Though not covered in this tutorial, the controller can also deploy App Mesh Virtual gateways and Gateway routes. For a walkthrough of deploying these resources with the controller, see Configuring Inbound Gateway, or a sample manifest that includes the resources on GitHub.

Step 3: Create or update services

Any pods that you want to use with App Mesh must have the App Mesh sidecar containers added to them. The injector automatically adds the sidecar containers to any pod deployed with a label that you specify.

  1. Enable proxy authorization. We recommend that you enable each Kubernetes deployment to stream only the configuration for its own App Mesh virtual node.

    1. Save the following contents to a file named proxy-auth.json on your computer.
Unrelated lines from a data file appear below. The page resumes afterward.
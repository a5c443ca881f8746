import { Navigate, RouterProvider, createBrowserRouter, type RouteObject } from 'react-router-dom';
import { SignInPage } from '../features/auth/components/sign-in-page.tsx';
import { AdminLayout } from './admin-layout.tsx';
import { AppLayout } from './app-layout.tsx';
import { FullPageMessage } from './full-page-message.tsx';
import { NotFoundPage } from './not-found-page.tsx';
import { RequireAuth } from './require-auth.tsx';
import { RequireRole } from './require-role.tsx';
import { RouteErrorPage } from './route-error-page.tsx';

/**
 * Every route of the app. Signed-out people reach only /sign-in; the rest sits behind RequireAuth
 * inside the app layout. Each page behind sign-in is its own chunk, loaded when first opened: the
 * sign-in page loads only itself and the frame, the jobs list does not load the board console (the
 * largest part of the client: grid, palette, checker, sync engine) nor the job screen, and only
 * admins load the admin pages.
 */
export const appRoutes: RouteObject[] = [
  {
    errorElement: <RouteErrorPage />,
    hydrateFallbackElement: (
      <div className="flex h-dvh flex-col">
        <FullPageMessage title="Opening Boardwalk…" />
      </div>
    ),
    children: [
      { path: '/sign-in', element: <SignInPage /> },
      {
        element: (
          <RequireAuth>
            <AppLayout />
          </RequireAuth>
        ),
        children: [
          { index: true, element: <Navigate to="/jobs" replace /> },
          {
            path: 'jobs',
            lazy: async () => {
              const { JobsPage } = await import('../features/jobs/components/jobs-page.tsx');
              return { Component: JobsPage };
            },
          },
          {
            path: 'boards/:boardId',
            lazy: async () => {
              const { BoardConsolePage } = await import('../features/board-console/components/board-console-page.tsx');
              return { Component: BoardConsolePage };
            },
          },
          {
            path: 'jobs/:jobId',
            lazy: async () => {
              const { JobRoute } = await import('./job-route.tsx');
              return { Component: JobRoute };
            },
          },
          {
            path: 'account/password',
            lazy: async () => {
              const { PasswordPage } = await import('../features/auth/components/password-page.tsx');
              return { Component: PasswordPage };
            },
          },
          {
            path: 'review',
            lazy: async () => {
              const { ReviewQueueRoute } = await import('./review-routes.tsx');
              return { Component: ReviewQueueRoute };
            },
          },
          {
            path: 'review/:jobId',
            lazy: async () => {
              const { ReviewJobRoute } = await import('./review-routes.tsx');
              return { Component: ReviewJobRoute };
            },
          },
          {
            path: 'admin',
            element: (
              <RequireRole roles={['admin']} refusal="Only an admin can manage people, the company's details and the mailbox.">
                <AdminLayout />
              </RequireRole>
            ),
            children: [
              { index: true, element: <Navigate to="/admin/users" replace /> },
              {
                path: 'users',
                lazy: async () => {
                  const { UsersPage } = await import('../features/admin/components/users-page.tsx');
                  return { Component: UsersPage };
                },
              },
              {
                path: 'company',
                lazy: async () => {
                  const { CompanyPage } = await import('../features/admin/components/company-page.tsx');
                  return { Component: CompanyPage };
                },
              },
              {
                path: 'mailbox',
                lazy: async () => {
                  const { MailboxPage } = await import('../features/mail/components/mailbox-page.tsx');
                  return { Component: MailboxPage };
                },
              },
            ],
          },
          { path: '*', element: <NotFoundPage /> },
        ],
      },
    ],
  },
];

const router = createBrowserRouter(appRoutes);

export function AppRouter() {
  return <RouterProvider router={router} />;
}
Make sure to replace the alternate-colored values with your own.

      { "Version": "2012-10-17", "Statement": [ { "Effect": "Allow", "Action": "appmesh:StreamAggregatedResources", "Resource": [ "arn:aws:appmesh:Region-code:111122223333:mesh/my-mesh/virtualNode/my-service-a_my-apps" ] } ] }
    2. Create the policy.

      aws iam create-policy --policy-name my-policy --policy-document file://proxy-auth.json
    3. Create an IAM role, attach the policy you created in the previous step to it, create a Kubernetes service account, and bind the policy to the Kubernetes service account. The role enables the controller to add, remove, and change App Mesh resources.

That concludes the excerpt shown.